Data center metrics and standards guide
A comprehensive collection of articles, videos and more, hand-picked by our editors
Plenty of service-level agreements (SLAs) promise the world because there's little to no accountability.
When internal IT departments accept service-level agreement metrics, the penalty for failure is usually a slap on the wrist -- if the SLA ever comes up. It makes no sense to fire the staff managing the whole data center over a slow application response time. Businesses could outsource the application to a service provider, but the problem of setting and enforcing SLA metrics remains.
Most businesses have a mix of servers, storage, networking and as-a-service outsourcing partners supporting their technology platform, and each requires SLA accountability.
Are SLAs a means of punishing the IT team or outsourcing partners after a negative event?
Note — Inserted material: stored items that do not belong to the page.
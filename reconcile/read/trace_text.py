"""A trace in a .csv file → its columns: the layout found in the first lines, the numbers read by pandas' C parser."""

from __future__ import annotations

import csv
import io
import math
from pathlib import Path

import numpy as np

from reconcile.campaign.campaign import Table
from reconcile.campaign.number_text import settle_decimal
from reconcile.campaign.quantity import parse_unit
from reconcile.campaign.refusal import Note, Place, Refusal
from reconcile.read.cells import Cell, Row, Sheet
from reconcile.read.delimited import LARGEST, read_text
from reconcile.read.headers import Layout, header_row, lay_out
from reconcile.read.trace_types import UNITS, Array, Columns, TraceSettings, damaged

_HEAD = 200  # lines in which headers are looked for: a recorder's settings take some dozens
_SIGNS = 60  # rows that settle the decimal sign; the parser refuses a later one that departs from them
_DELIMITERS = (",", ";", "\t", "|")


def read_text_trace(path: Path, name: str, settings: TraceSettings) -> Columns:
    """Return the columns of a .csv trace, in SI.

    Headers may stand below a block of the recorder's settings.

    Raises
    ------
    Refusal
        The file cannot be read, has no such column, or holds what is no number.
    """
    if path.is_file() and path.stat().st_size > LARGEST:
        raise Refusal(
            Place(name),
            found="a text file of more than 200 MB",
            expected="a trace of some thousand samples",
            remedy="Export only the stretch from before the laser pulse to after the collapse, or export as .npz or .h5.",
        )
    text, note = read_text(path, name, settings.encoding)
    if not text.strip():
        raise damaged(name, "an empty file", "a trace")
    table = Table(
        "probe-trace",
        "",
        Place(name),
        columns={key: settings.columns[key] for key in UNITS if key in settings.columns},
        units=settings.units,
    )
    sheet = _head(text, name, settings.delimiter, table)
    layout = lay_out(sheet[0], table, UNITS)
    rows = sorted(layout.below)
    if not rows:
        raise damaged(name, "headers and no sample below them", "a trace")
    decimal = settings.decimal or _decimal(layout, name)
    first = rows[0]
    values = _numbers(text, name, sheet[1], decimal, layout, first)
    notes = [*layout.notes]
    if note:
        notes.append(Note(name, note))
    return Columns(values["voltage"], values.get("time"), None, first, tuple(notes))


def _head(text: str, name: str, delimiter: str | None, table: Table) -> tuple[Sheet, str]:
    """Return the first lines as cells, and the delimiter that shows the named headers."""
    lines = text.split("\n", _HEAD)[:_HEAD]
    if delimiter is None and lines[0].strip().lower().startswith("sep=") and len(lines[0].strip()) == 5:
        delimiter = lines[0].strip()[4]
    sheets = []
    for one in [delimiter] if delimiter else _DELIMITERS:
        sheet = _cells(lines, name, one)
        if header_row(sheet, table) is not None:
            return sheet, one
        sheets.append((sheet, one))
    return max(sheets, key=lambda sheet: sum(len(row.cells) > 1 for row in sheet[0].rows))


def _cells(lines: list[str], name: str, delimiter: str) -> Sheet:
    rows = []
    for number, line in enumerate(lines, start=1):
        fields = next(csv.reader([line.rstrip("\r")], delimiter=delimiter, skipinitialspace=True), [])
        place = Place(name, line=number)
        cells = {column: Cell(place, field.strip()) for column, field in enumerate(fields, start=1) if field.strip()}
        if cells:
            rows.append(Row(number, cells))
    return Sheet(Place(name), tuple(rows), delimited=True, commas=delimiter == ",")


def _decimal(layout: Layout, name: str) -> str:
    numbers = layout.numbers.values()
    rows = list(layout.below.values())[:_SIGNS]
    texts = [cell.text for row in rows for number in numbers if (cell := row.get(number)) is not None]
    try:
        return settle_decimal(texts) or "."
    except ValueError as error:
        raise Refusal(
            Place(name),
            found=f"the number {error}, which has two readings",
            expected="one decimal sign",
            remedy='Add decimal = "," or decimal = "." to this table of the manifest.',
        ) from None


def _numbers(  # reason: the layout's parts one by one
    text: str, name: str, delimiter: str, decimal: str, layout: Layout, first: int
) -> dict[str, Array]:
    import pandas as pd

    keys = list(layout.columns)
    at = [layout.columns[key].number - 1 for key in keys]
    try:
        frame = pd.read_csv(
            io.StringIO(text),
            sep=delimiter,
            decimal=decimal,
            header=None,
            names=range(max(max(row.cells) for row in layout.below.values())),
            index_col=False,
            skiprows=first - 1,
            usecols=at,
            skipinitialspace=True,
            dtype=np.float64,
            engine="c",
        )
    except (ValueError, OverflowError):  # a parser's error is a ValueError
        raise _not_a_number(text, name, delimiter, decimal, at, first) from None
    values: dict[str, Array] = {}
    for key, column in zip(keys, at, strict=True):
        numbers = frame[column].to_numpy(dtype=np.float64)
        values[key] = numbers * parse_unit(layout.columns[key].unit).size
    _no_torn_end(values, text, name)
    return values


def _no_torn_end(values: dict[str, Array], text: str, name: str) -> None:
    """Refuse a last row without all its numbers: the copy or the recording broke off there."""
    blank = [key for key, numbers in values.items() if math.isnan(numbers[-1])]
    if blank and all(np.isfinite(numbers[:-1]).all() for numbers in values.values()):
        last = text.rstrip().count("\n") + 1
        raise Refusal(
            Place(name, line=last),
            found=f"a last row without {' and '.join(blank)}: the file breaks off",
            expected="a whole file",
            remedy="Export or copy the trace again.",
        )


def _not_a_number(
    text: str, name: str, delimiter: str, decimal: str, at: list[int], first: int
) -> Refusal:  # reason: see _numbers
    """Find the line that is no row of numbers, for the message."""
    for number, line in enumerate(text.split("\n"), start=1):
        if number < first or not line.strip():
            continue
        fields = [field.strip() for field in line.split(delimiter)]
        for column in at:
            field = fields[column] if column < len(fields) else ""
            try:
                float(field.strip('"').replace(decimal, ".") or "nan")
            except ValueError:
                return Refusal(
                    Place(name, line=number),
                    found=f"'{field[:40]}'",
                    expected="a number",
                    remedy="Correct or take out the line; decimal and delimiter in the manifest say how numbers are written.",
                )
    return damaged(name, "rows that cannot be split into columns", "one delimiter and one decimal sign in all rows")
If so, how does this help the business? For example, if the SLA is between the organization and an external service provider, you might include financial penalties for negative events. However, if lack of access to a service prevented the organization from completing business transactions, how do you calculate the business' losses? It's unlikely that any external provider would pay anywhere near that cost in an SLA penalty. And how would you hold an internal team accountable when a financial ding hardly makes sense?
An SLA should ensure service levels are attainable. The SLA should cover how things worked in the past, how they work now and how things are likely to go in the future.
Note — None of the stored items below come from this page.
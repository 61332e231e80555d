"""Image files → frames of numbers: PNG and TIFF, examined before anything is unpacked.

What a file declares is held against what it holds, so that a damaged or hostile one is refused without being decoded.
"""

from __future__ import annotations

import struct
import warnings
import zlib
from collections.abc import Iterator
from dataclasses import dataclass, field
from pathlib import Path
from typing import IO, Any

import numpy as np
from numpy.typing import NDArray

from reconcile.campaign.refusal import Refusal
from reconcile.read.tiff import Damaged, Page, check_strips, pages
from reconcile.read.tiff_pixels import DEFLATE, stored_numbers

Frame = NDArray[np.float32]

MOST_PIXELS = 64 * 1024 * 1024  # of one frame
MOST_FRAME_BYTES = 512 * 1024**2  # of one frame, unpacked, with all its channels
MOST_BYTES = 4 * 1024**3  # of one stack, unpacked
_PNG = b"\x89PNG\r\n\x1a\n"
_TIFF = (b"II*\0", b"MM\0*", b"II+\0", b"MM\0+")
_OTHERS = {
    b"\xff\xd8\xff": "a JPEG picture, whose compression moves edges",
    b"BM": "a BMP picture",
    b"GIF8": "a GIF picture",
    b"%PDF": "a PDF document",
    b"PK\x03\x04": "a zip archive or an office document",
    b"\x89HDF": "an HDF5 file",
    b"\x1f\x8b": "a gzip archive",
}
_COMPRESSIONS = {1: "none", 5: "LZW", 8: "deflate", 32773: "PackBits", 32946: "deflate"}
_EXPORT = "Export it from the camera's program as PNG or TIFF, grey, 8 or 16 bits."
# What the decoder raises on damaged content; it has no common ancestor, and a frame must not stop the others.
_FAULTS = (
    OSError,
    SyntaxError,
    ValueError,
    EOFError,
    KeyError,
    IndexError,
    TypeError,
    ArithmeticError,
    MemoryError,
    RuntimeError,
    struct.error,
    zlib.error,
)


@dataclass(frozen=True, slots=True)
class Frames:
    """The frames of one image file, in its own order.

    Items are float32 arrays (rows, columns): whole numbers divided by the largest one their bits can hold, floating
    point as stored. The first frame is decoded on reading, each further one when it is asked for, so that a long
    stack needs no more memory than two frames; asking raises Refusal where that frame is damaged.
    """

    path: Path
    name: str  # address in messages
    bits: int  # of one pixel
    saturated: float | None  # level at which a pixel holds no more; None: floating point, unknown
    notes: tuple[str, ...]
    _first: Frame = field(repr=False)
    _pages: tuple[Page, ...] = field(repr=False, default=())  # of a TIFF file
    _order: str = field(repr=False, default="<")

    def __len__(self) -> int:
        """Return the number of frames."""
        return max(len(self._pages), 1)

    def __getitem__(self, number: int) -> Frame:
        """Return one frame, counted from 0; raises IndexError, and Refusal where it is damaged."""
        if not -len(self) <= number < len(self):
            raise IndexError(number)
        number %= len(self)
        if number == 0:
            return self._first
        return _tiff_frame(self.path, self._pages[number], self._order, self.address(number))[0]

    def __iter__(self) -> Iterator[Frame]:
        """Yield every frame; raises Refusal at a damaged one."""
        return (self[number] for number in range(len(self)))

    def address(self, number: int) -> str:
        """Return the address of one frame, counted from 0: ``stack.tif!page 3`` is the third."""
        return _address(self.name, number, len(self))


def _address(name: str, number: int, of: int) -> str:
    return f"{name}!page {number + 1}" if of > 1 else name


def read_frames(path: Path, name: str) -> Frames:
    """Read an image file.

    Parameters
    ----------
    path : the file
    name : its address in messages

    Returns
    -------
    Frames
        One frame of a PNG file, one or more of a TIFF file.

    Raises
    ------
    Refusal
        It is neither, is damaged, is larger than a frame or a stack can be, holds colours or a packing that are no
        grey levels, or its first frame cannot be decoded.
    """
    try:
        size = path.stat().st_size
        with path.open("rb") as stream:
            head = stream.read(16)
            if head.startswith(_PNG):
                declared = _png_header(stream, size, name)
            elif head.startswith(_TIFF):
                order, found = pages(stream, size)
            else:
                raise _no_image(head, size, name)
    except Damaged as damage:
        raise _damaged(name, str(damage)) from None
    except OSError as error:
        raise Refusal(
            name,
            found=f"a file that cannot be read ({error.strerror or error})",
            expected="a readable file",
            remedy="Check the file.",
        ) from None
    if head.startswith(_PNG):
        return _png(path, name, *declared)
    return _tiff(path, name, size, order, found)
Predictive monitoring is key to a successful SLA. One SLA metric, for example, determines the acceptable speed of a service's response to end users. The document in this example states that a mean average measured over an hourly period of 500 milliseconds is acceptable.
When the application starts, this average comes through as 300 ms, which is below the SLA's set hourly period. However, the response time slowly increases over time as the business continues using the application: 350 ms, 405 ms, then 470 ms. If you only monitor the travelling mean, then IT operations still look to be well within acceptable parameters. But if you're predictively monitoring the system, you will see that response times are a problem, before they violate the SLA.
Fix the problem
Track the trend and take action before response times violate the SLA. A long-term fix must be applied, whether that means tuning code or scaling hardware.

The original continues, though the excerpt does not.